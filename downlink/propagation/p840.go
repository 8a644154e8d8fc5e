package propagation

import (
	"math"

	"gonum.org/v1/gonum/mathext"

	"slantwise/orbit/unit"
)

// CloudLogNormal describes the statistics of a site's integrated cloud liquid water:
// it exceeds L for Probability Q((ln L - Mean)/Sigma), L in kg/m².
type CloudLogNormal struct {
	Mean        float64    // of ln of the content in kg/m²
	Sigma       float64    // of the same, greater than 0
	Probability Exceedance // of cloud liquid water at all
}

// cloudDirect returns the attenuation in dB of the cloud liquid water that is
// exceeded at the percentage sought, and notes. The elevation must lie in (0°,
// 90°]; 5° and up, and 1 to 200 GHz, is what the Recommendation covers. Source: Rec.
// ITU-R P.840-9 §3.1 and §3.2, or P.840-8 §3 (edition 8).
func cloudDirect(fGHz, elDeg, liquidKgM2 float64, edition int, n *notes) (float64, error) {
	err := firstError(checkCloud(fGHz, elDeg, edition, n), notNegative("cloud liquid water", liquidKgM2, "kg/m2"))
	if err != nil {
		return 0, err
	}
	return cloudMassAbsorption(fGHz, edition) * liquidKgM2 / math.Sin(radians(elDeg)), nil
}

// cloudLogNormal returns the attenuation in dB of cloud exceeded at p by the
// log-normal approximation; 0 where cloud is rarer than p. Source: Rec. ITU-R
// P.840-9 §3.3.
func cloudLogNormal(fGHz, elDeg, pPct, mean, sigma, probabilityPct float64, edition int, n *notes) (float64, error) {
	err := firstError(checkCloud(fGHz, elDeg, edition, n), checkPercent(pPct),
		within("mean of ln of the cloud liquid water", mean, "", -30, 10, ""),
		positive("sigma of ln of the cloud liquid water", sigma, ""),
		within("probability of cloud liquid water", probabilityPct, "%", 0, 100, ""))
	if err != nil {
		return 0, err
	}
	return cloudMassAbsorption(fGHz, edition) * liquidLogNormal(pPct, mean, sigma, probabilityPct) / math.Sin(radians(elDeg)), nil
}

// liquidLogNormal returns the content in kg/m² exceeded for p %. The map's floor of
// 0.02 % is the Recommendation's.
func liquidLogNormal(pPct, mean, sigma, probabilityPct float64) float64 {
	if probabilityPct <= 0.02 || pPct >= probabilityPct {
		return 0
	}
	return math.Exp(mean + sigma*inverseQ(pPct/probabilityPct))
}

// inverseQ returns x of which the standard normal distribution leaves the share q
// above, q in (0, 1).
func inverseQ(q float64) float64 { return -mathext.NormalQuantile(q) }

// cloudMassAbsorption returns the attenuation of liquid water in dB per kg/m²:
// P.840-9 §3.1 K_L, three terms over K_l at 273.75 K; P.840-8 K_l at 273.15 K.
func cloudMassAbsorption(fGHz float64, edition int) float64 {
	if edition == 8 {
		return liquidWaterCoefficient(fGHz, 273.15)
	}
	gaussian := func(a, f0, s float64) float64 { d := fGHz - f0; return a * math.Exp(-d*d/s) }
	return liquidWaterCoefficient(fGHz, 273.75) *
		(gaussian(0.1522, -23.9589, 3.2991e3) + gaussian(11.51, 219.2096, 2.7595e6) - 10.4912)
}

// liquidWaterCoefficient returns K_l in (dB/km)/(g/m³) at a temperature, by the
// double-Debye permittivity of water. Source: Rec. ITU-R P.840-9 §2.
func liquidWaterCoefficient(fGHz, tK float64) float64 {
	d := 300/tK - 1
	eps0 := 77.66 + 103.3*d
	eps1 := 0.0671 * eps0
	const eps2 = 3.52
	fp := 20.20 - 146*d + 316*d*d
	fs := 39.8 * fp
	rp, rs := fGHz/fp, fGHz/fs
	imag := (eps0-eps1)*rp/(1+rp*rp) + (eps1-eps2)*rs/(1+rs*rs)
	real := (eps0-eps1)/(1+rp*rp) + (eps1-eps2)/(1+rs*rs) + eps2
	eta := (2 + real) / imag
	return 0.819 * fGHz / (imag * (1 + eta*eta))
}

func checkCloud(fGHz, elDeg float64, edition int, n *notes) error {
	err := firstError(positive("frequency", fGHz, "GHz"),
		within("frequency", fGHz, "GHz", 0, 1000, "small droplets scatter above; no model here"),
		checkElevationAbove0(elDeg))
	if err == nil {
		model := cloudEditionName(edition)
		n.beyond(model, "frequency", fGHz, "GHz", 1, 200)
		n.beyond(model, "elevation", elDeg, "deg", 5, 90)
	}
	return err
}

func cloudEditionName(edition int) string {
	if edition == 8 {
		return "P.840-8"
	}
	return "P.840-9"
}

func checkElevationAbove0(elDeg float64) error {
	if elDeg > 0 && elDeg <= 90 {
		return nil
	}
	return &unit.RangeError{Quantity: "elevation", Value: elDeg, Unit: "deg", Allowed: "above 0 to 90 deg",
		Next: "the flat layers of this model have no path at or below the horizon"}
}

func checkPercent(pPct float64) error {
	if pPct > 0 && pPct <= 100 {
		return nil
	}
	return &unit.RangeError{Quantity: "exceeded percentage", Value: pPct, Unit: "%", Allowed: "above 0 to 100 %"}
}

□ □ □ □

#### TRY IT:
Please retype, without any change, the line containing "const eps2 = 3.52" and every line after it to the end of the entries above, and only those.

#### TASK ANSWER:
	const eps2 = 3.52
	fp := 20.20 - 146*d + 316*d*d
	fs := 39.8 * fp
	rp, rs := fGHz/fp, fGHz/fs
	imag := (eps0-eps1)*rp/(1+rp*rp) + (eps1-eps2)*rs/(1+rs*rs)
	real := (eps0-eps1)/(1+rp*rp) + (eps1-eps2)/(1+rs*rs) + eps2
	eta := (2 + real) / imag
	return 0.819 * fGHz / (imag * (1 + eta*eta))
}

func checkCloud(fGHz, elDeg float64, edition int, n *notes) error {
	err := firstError(positive("frequency", fGHz, "GHz"),
		within("frequency", fGHz, "GHz", 0, 1000, "small droplets scatter above; no model here"),
		checkElevationAbove0(elDeg))
	if err == nil {
		model := cloudEditionName(edition)
		n.beyond(model, "frequency", fGHz, "GHz", 1, 200)
		n.beyond(model, "elevation", elDeg, "deg", 5, 90)
	}
	return err
}

func cloudEditionName(edition int) string {
	if edition == 8 {
		return "P.840-8"
	}
	return "P.840-9"
}

func checkElevationAbove0(elDeg float64) error {
	if elDeg > 0 && elDeg <= 90 {
		return nil
	}
	return &unit.RangeError{Quantity: "elevation", Value: elDeg, Unit: "deg", Allowed: "above 0 to 90 deg",
		Next: "the flat layers of this model have no path at or below the horizon"}
}

func checkPercent(pPct float64) error {
	if pPct > 0 && pPct <= 100 {
		return nil
	}
	return &unit.RangeError{Quantity: "exceeded percentage", Value: pPct, Unit: "%", Allowed: "above 0 to 100 %"}
}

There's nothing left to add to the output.